Ulrich Tukur und die Rhythmus Boys – Vergnügen pur

Pures Vergnügen steht ins Haus, wenn Ulrich Tukur und seine Rhythmus Boys zum Konzert bitten. Am Freitag waren die vier so unterschiedlichen Herren in der MuK zu Gast. "Grüß mir den Mond" hieß diesmal ihr Programm. Die Gäste auf der Bühne wurden zwischendurch und am Schluss herzlich gefeiert.

Die Programmfolge von Ulrich Tukur und seiner Gruppe bietet die perfekte Mischung aus musikalischem Entertainment, haarsträubenden Geschichten und einem gehörigen Schuss Klamauk. Der Mond also war es, der den Rahmen für die Auswahl der Stücke abgab. Auf dunklem Bühnenhintergrund leuchtete er meistens als runde Scheibe oder auch mal als Sichel, von Sternen umgeben.

Ulrich Tukur begann mit hochromantischer deutscher Lyrik, mit Zeilen von Joseph Freiherr von Eichendorff. Im Mondschein huschten dabei seine drei Mitstreiter von der Seite her aufs Podium: Ulrich Mayer, der Gitarrist, Kennzeichen Pomade im Haar, Kalle Mews, der Kleine, der erst hinter dem Schlagzeug groß wird und Günter Märtens, der baumlange Kontrabassist.
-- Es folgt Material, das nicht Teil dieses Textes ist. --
using System.Globalization;
using System.Xml.Linq;
using SafetyMirror.Reports.Documents;
using SafetyMirror.Reports.Justification;

namespace SafetyMirror.Reports.Tests.Justification;

public sealed class ApproachChartsTests
{
    private static readonly XNamespace Svg = "http://www.w3.org/2000/svg";

    /// <summary>The charts of the report's HTML (figures after the "Apparent size and apparent distance" heading), as parsed SVG.</summary>
    private static List<XElement> Charts()
    {
        var html = JustificationReport.ForEvaluation(InventedCorner.Plan(), InventedCorner.Evaluation, InventedCorner.Header()).ToHtml(PaperSize.A4);
        var section = html[html.IndexOf("Apparent size and apparent distance", StringComparison.Ordinal)..];
        var charts = new List<XElement>();
        for (var at = section.IndexOf("<svg ", StringComparison.Ordinal); at >= 0; at = section.IndexOf("<svg ", at + 1, StringComparison.Ordinal))
        {
            charts.Add(XElement.Parse(section[at..(section.IndexOf("</svg>", at, StringComparison.Ordinal) + 6)]));
        }

        return charts;
    }

    /// <summary>The x axis's tick labels: centred numbers, each with where it stands on paper.</summary>
    private static List<(string Value, double XMm)> XTicks(XElement chart) =>
    [
        .. chart.Descendants(Svg + "text")
            .Where(t => (string?)t.Attribute("text-anchor") == "middle" && t.Attribute("transform") is null && double.TryParse(t.Value, NumberStyles.Float, CultureInfo.InvariantCulture, out _))
            .Select(t => (t.Value, double.Parse((string)t.Attribute("x")!, CultureInfo.InvariantCulture))),
    ];

    [Fact]
    public void ApproachCharts_OfOneApproach_ShareTheirXAxisOnPaper()
    {
        var charts = Charts();

        // The invented corner's eastbound lane is charted twice: apparent size, then how far away the car looks.
        Assert.True(charts.Count >= 2);
        var (size, distance) = (XTicks(charts[0]), XTicks(charts[1]));
        Assert.NotEmpty(size);
        Assert.Equal(size, distance);
    }

    [Fact]
    public void ApproachCharts_BothCharts_AreAgainstTheDistanceFromTheConflictPoint()
    {
        var charts = Charts();

        Assert.All(charts.Take(2), chart => Assert.Contains(chart.Descendants(Svg + "text"), t => t.Value == "Distance from the conflict point (m)"));
    }
}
Sie sind bestens aufeinander eingespielt, gehorchen ihrem Herrn und Meister aufs Stichwort.

Tukurs Ausflüge in die Welt der großen Komponisten der zwanziger und dreißiger Jahre sind so surreal, dass niemand im Publikum auf die Idee kommt, sie auf den Wahrheitsgehalt zu überprüfen. Man würde dabei übrigens feststellen, dass längst nicht alles frei erfunden ist, was der Schauspieler, Musiker und Unterhaltungskünstler da von sich gibt.

Natürlich werden auch mal Anleihen in anderen musikalischen Genres unternommen. Beethoven mit der Mondscheinsonate bietet sich an. Aber dann gibt es wieder Kabarettszenen, wie nur die Rhythmus Boys sie präsentieren können. Etwa wenn der Scheich nebst Lieblingsfrau und Kamelen zum Staatsbesuch anrückt. Auch Klein und Groß als Bauchredner-Duo ist ein herrlicher Klamauk. Oder Günter Märtens als Mick Jagger.
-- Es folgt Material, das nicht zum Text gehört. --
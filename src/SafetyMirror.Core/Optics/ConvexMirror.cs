namespace SafetyMirror.Core.Optics;

/// <summary>A convex spherical mirror: a cap of a sphere, seen from outside.</summary>
/// <remarks>
/// The sphere's centre is <c>C = V − R·n</c>, behind the face. A sphere point belongs to the mirror when it
/// is on the front half of the sphere and its projection onto the plane tangent at the vertex lies inside
/// the aperture. The focal length is half the radius of curvature; images of real objects are virtual,
/// upright and reduced.
/// </remarks>
public sealed record ConvexMirror
{
    /// <summary>Creates a mirror from its vertex, its outward axis, its radius of curvature and its face.</summary>
    /// <exception cref="ArgumentOutOfRangeException">A non-finite vertex, a zero or non-finite axis, a radius
    /// that is not positive, or a face that does not fit on the sphere.</exception>
    public ConvexMirror(Vec3 vertex, Vec3 outwardNormal, double radiusM, Aperture aperture)
    {
        Vertex = Preconditions.Finite(vertex);
        Normal = Preconditions.Direction(outwardNormal);
        RadiusM = Preconditions.Positive(radiusM, "m");
        Aperture = aperture ?? throw new ArgumentNullException(nameof(aperture));
        if (!aperture.FitsOnSphereOf(radiusM))
        {
            throw new ArgumentOutOfRangeException(nameof(aperture), aperture,
                $"The face must fit on the sphere: half its largest extent ({aperture.CircumradiusM} m) must be less than the radius of curvature ({radiusM} m).");
        }

        Centre = Vertex - (RadiusM * Normal);
        // The face's horizontal axis; a face looking straight up or down takes east.
        var horizontal = Vec3.Cross(Normal, Vec3.Up);
        HorizontalAxis = horizontal.Length > 1e-9 ? horizontal.Normalized() : new Vec3(1, 0, 0);
        VerticalAxis = Vec3.Cross(HorizontalAxis, Normal);
    }

    /// <summary>Creates a mirror aimed by compass azimuth and downward tilt, both in degrees.</summary>
    /// <param name="vertex">Centre of the face, in site metres.</param>
    /// <param name="azimuthDeg">Direction the face looks, clockwise from north, 0 to 360.</param>
    /// <param name="tiltDownDeg">How far the axis points below horizontal, −90 to 90.</param>
    /// <param name="radiusM">Radius of curvature in metres.</param>
    /// <param name="aperture">The face outline.</param>
    public static ConvexMirror Aimed(Vec3 vertex, double azimuthDeg, double tiltDownDeg, double radiusM, Aperture aperture)
    {
        Preconditions.InRange(azimuthDeg, -360, 360, "degrees", nameof(azimuthDeg));
        Preconditions.InRange(tiltDownDeg, -90, 90, "degrees", nameof(tiltDownDeg));
        return new ConvexMirror(vertex, AxisFromAim(azimuthDeg, tiltDownDeg), radiusM, aperture);
    }

    /// <summary>The unit axis of a face looking toward a compass azimuth, tilted down by the given angle.</summary>
    public static Vec3 AxisFromAim(double azimuthDeg, double tiltDownDeg)
    {
        double azimuth = azimuthDeg * Math.PI / 180, tilt = tiltDownDeg * Math.PI / 180;
        return new Vec3(Math.Sin(azimuth) * Math.Cos(tilt), Math.Cos(azimuth) * Math.Cos(tilt), -Math.Sin(tilt));
    }

    /// <summary>Centre of the face, in site metres.</summary>
    public Vec3 Vertex { get; }

    /// <summary>Unit outward normal at the vertex: the mirror's axis, pointing at the road.</summary>
    public Vec3 Normal { get; }

    /// <summary>Radius of curvature in metres.</summary>
    public double RadiusM { get; }

    /// <summary>The face outline.</summary>
    public Aperture Aperture { get; }

    /// <summary>Centre of the sphere, behind the face.</summary>
    public Vec3 Centre { get; }

    /// <summary>Unit horizontal axis across the face (the aperture's u axis).</summary>
    public Vec3 HorizontalAxis { get; }

    /// <summary>Unit axis up the face (the aperture's v axis).</summary>
    public Vec3 VerticalAxis { get; }

    /// <summary>Focal length in metres, R/2; the focus is virtual, behind the face.</summary>
    public double FocalLengthM => RadiusM / 2;

    /// <summary>Compass azimuth of the axis in degrees, 0 to 360.</summary>
    public double AzimuthDeg => ((Math.Atan2(Normal.X, Normal.Y) * 180 / Math.PI) + 360) % 360;

    /// <summary>Downward tilt of the axis in degrees.</summary>
    public double TiltDownDeg => -Math.Asin(Math.Clamp(Normal.Z, -1, 1)) * 180 / Math.PI;

    /// <summary>Angle between the sphere radius through a point and the mirror's axis, in radians.</summary>
    public double OffAxisAngle(Vec3 pointOnSphere) => Vec3.AngleBetween(pointOnSphere - Centre, Normal);

    /// <summary>Whether a point of the sphere belongs to the face (front half, projection inside the aperture).</summary>
    public bool IsOnFace(Vec3 pointOnSphere)
    {
        var radial = pointOnSphere - Centre;
        return Vec3.Dot(radial, Normal) > 0
            && Aperture.Contains(Vec3.Dot(radial, HorizontalAxis), Vec3.Dot(radial, VerticalAxis));
    }

    /// <summary>The sphere point whose projection on the face plane is (u, v); (u, v) must be within the sphere's radius.</summary>
    public Vec3 PointOnFace(double uM, double vM)
    {
        var along = Math.Sqrt((RadiusM * RadiusM) - (uM * uM) - (vM * vM));
        return Centre + (along * Normal) + (uM * HorizontalAxis) + (vM * VerticalAxis);
    }

    /// <summary>The eye's ray to the face point whose projection on the face plane is (u, v), reflected there.</summary>
    /// <returns>The hit, or null when the eye meets another part of the sphere first or cannot see the point.</returns>
    public SurfaceHit? EyeRayTo(Vec3 eye, double uM, double vM)
    {
        var facePoint = PointOnFace(uM, vM);
        var hit = TraceRay(eye, facePoint - eye);
        return hit is { } h && Vec3.Distance(h.Point, facePoint) <= 1e-6 * Math.Max(1, RadiusM) ? hit : null;
    }

    /// <summary>Whether a point is strictly inside the sphere (where no reflection can reach it).</summary>
    public bool IsInsideSphere(Vec3 point) => (point - Centre).LengthSquared < RadiusM * RadiusM;

    /// <summary>The exact reflection point for an eye and a target (Alhazen's problem on the sphere).</summary>
    public Reflection Reflect(Vec3 eye, Vec3 target) => ReflectionSolver.Solve(this, eye, target);

    /// <summary>Traces a ray to its first hit on the sphere's outside and reflects it there.</summary>
    /// <returns>The hit, or null when the ray misses the sphere or starts inside it.</returns>
    public SurfaceHit? TraceRay(Vec3 origin, Vec3 direction)
    {
        var d = direction.Normalized();
        var toOrigin = origin - Centre;
        var b = Vec3.Dot(toOrigin, d);
        var c = toOrigin.LengthSquared - (RadiusM * RadiusM);
        var discriminant = (b * b) - c;
        if (c < 0 || b >= 0 || discriminant < 0)
        {
            return null; // inside the sphere, heading away from it, or passing by
        }

        // The nearer root, written to avoid cancellation when the ray grazes the sphere.
        var distance = c / (-b + Math.Sqrt(discriminant));
        var point = origin + (distance * d);
        var normal = (point - Centre) / RadiusM;
        var reflected = d - (2 * Vec3.Dot(d, normal) * normal);
        return new SurfaceHit(point, normal, reflected, distance, IsOnFace(point));
    }
}

/// <summary>Where a ray met the sphere and where it went after reflecting.</summary>
/// <param name="Point">The hit point on the sphere.</param>
/// <param name="Normal">The unit outward normal there.</param>
/// <param name="ReflectedDirection">The unit direction of the reflected ray.</param>
/// <param name="DistanceM">Distance from the ray's origin to the hit.</param>
/// <param name="IsOnFace">Whether the hit is on the mirror's face rather than elsewhere on the sphere.</param>
public readonly record struct SurfaceHit(Vec3 Point, Vec3 Normal, Vec3 ReflectedDirection, double DistanceM, bool IsOnFace);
Zum Schluss wird es nostalgisch. Die Geräusche aus dem Hamburger Hafen sind nicht zu überhören. Die Möwen mischen sich ein, und nach etlichen Zwischentakten erklingt sehnsuchtsvoll "La Paloma". Die Zugaben wurden gleich angehängt. Immer wieder Ab- und Auftreten, wie das sonst üblich sei – dazu reiche die verbliebene Lebenszeit nicht aus, sagt Ulrich Tukur zur Begründung.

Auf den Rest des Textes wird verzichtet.